The following table lists the key parameters involved in the monitoring logic of this alert.
Parameter |
Value |
|---|---|
| Monitoring Metrics | ob_tenant_any_unit_connectable: Indicates whether the OceanBase tenant is connectable. Valid values:1indicates that the tenant is connectable. The parameter value is0indicates that the tenant is not connectable and triggers an alert. |
| Monitoring Expression | max(ob_tenant_any_unit_connectable{@LABELS}) by (@GBLABELS) |
| Metric Collection | ob_tenant_any_unit_connectable |
| Data Source | OCP checks the status of a tenant's unit servers through scheduled tasks. If all unit server ports fail to connect, the tenant is deemed unreachable and is recorded as such.ob_tenant_any_unit_connectable = 0, otherwiseob_tenant_any_unit_connectable = 1 |
| Collection Cycle | 5 Seconds |
Rule information
Monitoring Metrics |
Default Threshold |
Duration |
Detection Cycle |
Elimination Cycle |
|---|---|---|---|---|
| ob_tenant_any_unit_connectable | 0 | 0 Seconds | 60 Seconds | 5 Minutes |
Alert information
Alert Trigger Method |
Alert Level |
Scope |
|---|---|---|
| Based on monitoring metric expressions | Critical | OCP |
Alert template
Alert overview
- Template: ${alarm_target} ${alarm_name}
- Example: larm_template_id=0:ob_cluster=ob4353-22:tenant_name=standby_tenant The OceanBase tenant cannot be connected.
Alert Details
- Template: Cluster: ${ob_cluster_name}, Tenant: ${tenant_name}, Alert: ${alarm_name}. All UNIT node SQL ports of the tenant failed to connect.
- Example: Cluster: ob4353, Tenant: standby_tenant, Alert: OceanBase tenant cannot be connected. Connection failed to all SQL ports of the tenant's UNIT nodes.
Alert recovery
- Template: Alert: ${alarm_name}, OceanBase tenant UNIT connectivity: ${recover_value}
- Example: Alert: OceanBase tenant cannot be connected. Can the OceanBase tenant UNIT be connected: 1
Impact on the system
- Impact on OCP: OCP initiates a plan to remove the tenant from the service name list, making it invisible to OBProxy.
- Impact on OBProxy: OBProxy will not be able to see this tenant and will divert read traffic from it to other tenants with the same service name.

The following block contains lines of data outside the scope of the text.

import type { ColumnMapping } from './flight-data';

/**
 * The browser's first look at a log: the header row and the first rows, and a guess at the columns. The server
 * reads the whole file and guesses again when no mapping is sent (server/flights/flight-log/column-mapping.ts);
 * this copy only prefills the form, so the two may differ on odd headers without harm.
 */

/** The header row and up to `rows` data rows of a CSV text (comma, semicolon or tab separated; `#` comments). */
export function previewRows(text: string, rows = 5): { headers: string[]; rows: string[][] } {
  const lines = text
    .replace(/^\uFEFF/, '')
    .split(/\r\n|\n|\r/)
    .filter((l) => l.trim() !== '' && !l.startsWith('#'));
  if (lines.length === 0) return { headers: [], rows: [] };
  const counts = [',', ';', '\t'].map((d) => [d, lines[0].split(d).length] as const);
  const delimiter = counts.reduce((best, c) => (c[1] > best[1] ? c : best))[0];
  const split = (line: string) => line.split(delimiter).map((cell) => cell.trim().replace(/^"(.*)"$/, '$1'));
  const body = lines.slice(1, rows + 1);
  return { headers: split(lines[0]), rows: body.map(split) };
}

const squash = (h: string) =>
  h
    .toLowerCase()
    .replace(/m\s*\/\s*s\s*(?:\^\s*2|²|\/\s*s|2)|m\s*s\s*\^?\s*-\s*2/gi, 'ms2')
    .replace(/[^a-z0-9]+/g, '');
const find = (headers: string[], names: string[]) => {
  for (const n of names) {
    const hit = headers.find((h) => squash(h) === n);
    if (hit !== undefined) return hit;
  }
  return undefined;
};

/** A mapping from recognised header names, or null when time or pressure is not among them. */
export function guessMapping(headers: string[]): ColumnMapping | null {
  const ms = find(headers, ['timems', 'tms', 'millis', 'milliseconds', 'ms', 'timestampms']);
  const s =
    ms ??
    find(headers, ['time', 't', 'times', 'seconds', 'sec', 'secs', 'timesec', 'timestamp', 'elapsed', 'elapseds']);
  const hpa = find(headers, [
    'pressurehpa',
    'presshpa',
    'hpa',
    'pressurembar',
    'pressuremb',
    'mbar',
    'baro',
    'barohpa',
  ]);
  const pa = hpa ?? find(headers, ['pressure', 'pressurepa', 'presspa', 'press', 'pa', 'baropa', 'barometer', 'p']);
  if (s === undefined || pa === undefined) return null;
  const mapping: ColumnMapping = {
    time: { column: s, unit: ms ? 'ms' : 's' },
    pressure: { column: pa, unit: hpa ? 'hPa' : 'Pa' },
  };
  const temp = find(headers, ['temp', 'temperature', 'tempc', 'temperaturec', 'degc', 'c']);
  if (temp !== undefined) mapping.temperature = { column: temp, unit: 'C' };
  const unit = (cols: string[]) => (cols.some((c) => squash(c).endsWith('ms2')) ? 'm/s2' : 'g');
  for (const axes of [
    ['ax', 'ay', 'az'],
    ['accelx', 'accely', 'accelz'],
    ['accx', 'accy', 'accz'],
    ['accelerationx', 'accelerationy', 'accelerationz'],
  ]) {
    const found = axes.map((a) => headers.find((h) => [a, `${a}g`, `${a}ms2`].includes(squash(h))));
    if (found.every((f) => f !== undefined)) {
      mapping.acceleration = { columns: found as string[], unit: unit(found as string[]) };
      return mapping;
    }
  }
  const one = find(headers, [
    'accel',
    'acceleration',
    'accelz',
    'az',
    'acc',
    'accz',
    'accelerationz',
    'accelg',
    'accelerationg',
    'accelzg',
    'azg',
    'accms2',
    'accelms2',
    'accelzms2',
  ]);
  if (one !== undefined) mapping.acceleration = { columns: [one], unit: unit([one]) };
  return mapping;
}

/** The text of a slice of a file (FileReader, which every browser and the test DOM have). */
export function readText(blob: Blob): Promise<string> {
  return new Promise((resolve, reject) => {
    const reader = new FileReader();
    reader.onload = () => resolve(String(reader.result ?? ''));
    reader.onerror = () => reject(reader.error);
    reader.readAsText(blob);
  });
}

- Impact on applications: The tenant cannot be connected, which may prevent applications from connecting to this tenant. Due to OBProxy stream switching, the read traffic of applications will be automatically redirected to another tenant.
Possible causes
A data center failure causes all hosts of a tenant to go down.
Solution
- You must troubleshoot the tenant exception and restore the tenant.
- After restoring the tenant, modify its service name in OCP to change its status back to VALID, making it visible to OBProxy.